Surprise winner in Euro Tour finale
Steven Brown was using the Portugal Masters to prepare for an upcoming trip to the European Tour's Qualifying tournament. His itinerary post-Portugal has dramatically changed.
Entering the week 150th in the Race to Dubai standings, Brown played bogey-free over his last 36 holes—including a five-under final round at Dom Pedro Victoria Golf Course—to win the Euro Tour regular-season finale by one over Branden Stone and Justin Walters.
The victory means instead of fighting for his tour card in Q-school for the seventh time in eight years, Brown has earned an invite to the postseason, beginning in two weeks at the Turkish Airlines Open.
"You just never know with this game," Brown said. "It's crazy to think how well I've played the last month to how bad it was the first two-thirds of the year. I never thought this was going to happen … Even today, I liked the fact that I had to go for it and I wasn't just trying to have a good result. That's probably the difference."

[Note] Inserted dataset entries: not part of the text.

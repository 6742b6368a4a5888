#include "ext/model_facts.h"

#include <cmath>
#include <iterator>

namespace ladderline {

std::vector<std::pair<std::string_view, Cell>> FactsOf(const Model& model) {
  const bool fitted = !model.refused();
  const ModelFacts& facts = model.facts;
  const auto whole = [](double number) {
    return std::isnan(number) ? Cell() : Cell(static_cast<std::int64_t>(number));
  };
  const bool is_factor = fitted && model.smearing.kind == Smearing::Kind::kFactor;
  std::pair<std::string_view, Cell> list[] = {
      {"status", std::string(fitted ? "fitted" : "refused")},
      {"reason", TextOrNull(model.reason)},
      {"family", model.family},
      {"name", TextOrNull(model.name)},
      {"response", model.columns.empty() ? Cell() : Cell(model.response().name)},
      {"rows_offered", model.rows.offered},
      {"rows_fitted", model.rows.fitted},
      {"rows_left_out", model.rows.offered - model.rows.fitted},
      {"rows_with_gaps", model.rows.with_gaps},
      {"rows_outside", model.rows.outside},
      {"terms", fitted ? Cell(std::int64_t{model.basis.fit.rank()}) : Cell()},
      {"residual_df", whole(facts.residual_df)},
      {"residual_sd", facts.residual_sd},
      {"median_absolute_error", facts.median_absolute_error},
      {"r_squared", facts.r_squared},
      {"adjusted_r_squared", facts.adjusted_r_squared},
      {"f", facts.f},
      {"f_df1", whole(facts.f_df1)},
      {"f_df2", whole(facts.f_df2)},
      {"f_p", facts.f_p},
      {"log_likelihood", facts.log_likelihood},
      {"aic", facts.aic},
      {"bic", facts.bic},
      {"log_likelihood_original", facts.log_likelihood_original},
      {"aic_original", facts.aic_original},
      {"bic_original", facts.bic_original},
      {"press", facts.press},
      {"smearing", is_factor ? Cell(model.smearing.values[0]) : Cell()},
      {"digest", TextOrNull(model.digest)},
  };
  return {std::make_move_iterator(std::begin(list)), std::make_move_iterator(std::end(list))};
}

std::string ProblemOf(const Model* model) { return model == nullptr ? "no model" : model->reason; }

}  // namespace ladderline
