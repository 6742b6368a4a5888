// Tests of normality, as JSON.
#include "core/describe/frame.h"
#include "core/normality/anderson_darling.h"
#include "core/normality/dagostino.h"
#include "core/normality/jarque_bera.h"
#include "core/normality/shapiro_wilk.h"
#include "ext/aggregate.h"
#include "ext/column_state.h"
#include "ext/function_tables.h"
#include "ext/json.h"

namespace ladderline {
namespace {

// A figure that a double cannot hold, like one that is missing (NaN), is null.
void ReturnTest(const Call& call, const NormalityTest& test, std::int64_t rows,
                std::int64_t missing) {
  Json json;
  json["statistic"] = test.statistic;
  json["p_value"] = test.p_value;
  json["rows"] = rows;
  json["missing"] = missing;
  json["note"] = test.note == nullptr ? Json() : Json(test.note);
  call.Return(json.dump());
}

// Tests of skewness and kurtosis need sums alone.
template <NormalityTest (*kTest)(const CentralSums&), std::int64_t kLeastRows>
struct MomentTest {
  Frame<PowerSums<4>> frame;
  std::int64_t missing = 0;

  void Step(const Call& call) {
    if (const std::optional<double> x = call.Number(0)) {
      frame.Add(*x);
    } else {
      ++missing;
    }
  }
  void Inverse(const Call& call) {
    if (const std::optional<double> x = call.Number(0)) {
      frame.Remove(*x);
    } else {
      --missing;
    }
  }
  void Answer(const Call& call) {
    const CentralSums sums = frame.Summarise();
    if (sums.n < kLeastRows) return call.ReturnNull();
    ReturnTest(call, kTest(sums), sums.n, missing);
  }
};

template <NormalityTest (*kTest)(std::span<const double>), std::size_t kLeastRows>
struct OrderTest : ColumnState {
  void Answer(const Call& call) {
    if (rows() < kLeastRows) return call.ReturnNull();
    ReturnTest(call, kTest(InOrder()), static_cast<std::int64_t>(rows()), missing());
  }
};

constexpr AggregateMethods kJarqueBera =
    AggregateOf<MomentTest<JarqueBera, kJarqueBeraLeastRows>>();
constexpr AggregateMethods kShapiroWilk =
    AggregateOf<OrderTest<ShapiroWilk, kShapiroWilkLeastRows>>();
constexpr AggregateMethods kAndersonDarling =
    AggregateOf<OrderTest<AndersonDarling, kAndersonDarlingLeastRows>>();
constexpr AggregateMethods kDagostinoK2 =
    AggregateOf<MomentTest<DagostinoK2, kDagostinoLeastRows>>();

constexpr FunctionRow OfX(const char* name, const AggregateMethods& methods, const char* purpose,
                          const char* source, const char* example) {
  return Aggregate(name, 1, 1, "x", methods, purpose, source, example);
}

#define LADDERLINE_OF_X(function) \
  "SELECT " function              \
  "(column1) FROM (VALUES (2), (3), (3), (4), ('5'), (6), (8), (11), (30), (NULL))"

constexpr FunctionRow kRows[] = {
    OfX("jarque_bera", kJarqueBera,
        "Whether skewness and kurtosis are those of a normal column, as JSON: statistic, p_value, "
        "rows, missing, note. For many rows; NULL under 2.",
        "Jarque & Bera 1980", LADDERLINE_OF_X("jarque_bera")),
    OfX("shapiro_wilk", kShapiroWilk,
        "Whether a column of 3 to 5000 rows is normal, as jarque_bera tells it: the sharpest of "
        "the four tests for most shapes. NULL under 3 rows, a note above 5000.",
        "Royston 1995, AS R94", LADDERLINE_OF_X("shapiro_wilk")),
    OfX("anderson_darling", kAndersonDarling,
        "Whether a column is normal, with weight on its tails, as jarque_bera tells it. NULL under "
        "8 rows; a p_value of 3.7e-24 means at most that.",
        "D'Agostino & Stephens 1986", LADDERLINE_OF_X("anderson_darling")),
    OfX("dagostino_k2", kDagostinoK2,
        "As jarque_bera, with skewness and kurtosis put on scales that suit fewer rows too. NULL "
        "under 8 rows.",
        "D'Agostino & Pearson 1973; Anscombe & Glynn 1983", LADDERLINE_OF_X("dagostino_k2")),
};

}  // namespace

std::span<const FunctionRow> NormalityFunctions() { return kRows; }

}  // namespace ladderline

Also gaining entry into the playoffs (the top 115 in the Race to Dubai rankings advance) was Walters, who began the week at No. 124. Some of the bubble boys who didn't fare so well were Paul Dunne, former Ryder Cup player Jamie Donaldson and Lee Slattery. Slattery’s ousting was particularly brutal, as he missed the cut by a shot seven times in 2019.
Koepka (knee) to miss more time
The world’s best will be at the first WGC of the 2019-'20 PGA Tour season this week. But the World No. 1 will not.
Brooks Koepka was not among the field commitments to the HSBC Champions on Friday. Koepka aggravated his left knee after slipping on wet concrete during the CJ Cup two weeks ago in South Korea, withdrawing from the event and returning to the United States for further testing. He dropped out of the Zozo Championship in the process yet left open the possibility of playing in the WGC-HSBC.
That Koepka is staying on the sidelines is not a surprise. Following the Tour Championship, Koepka underwent stem-cell treatment to repair a partially torn patella tendon in that same knee, a procedure he referred to as “extremely painful.” He missed the cut in his first tournament back at the Shriners Hospital for Children Open, and indicated in South Korea another stem-cell treatment is on the table.
Koepka is likely out for the remainder of the PGA Tour’s fall slate, and his involvement for December’s Presidents Cup is in question. Tiger Woods, who will captain the United States team, said earlier last week he’s been in talks with Brooks about the matter.
“We’re just waiting to see what the surgeons say and see what his protocols will be going forward. That’s something he’ll keep me abreast of going forward,” Woods said. “He’s getting other opinions about where his knee is and what his options are. I went through the same thing with my knee and my back. You want as many opinions as you can before you decide which road you want to go down.”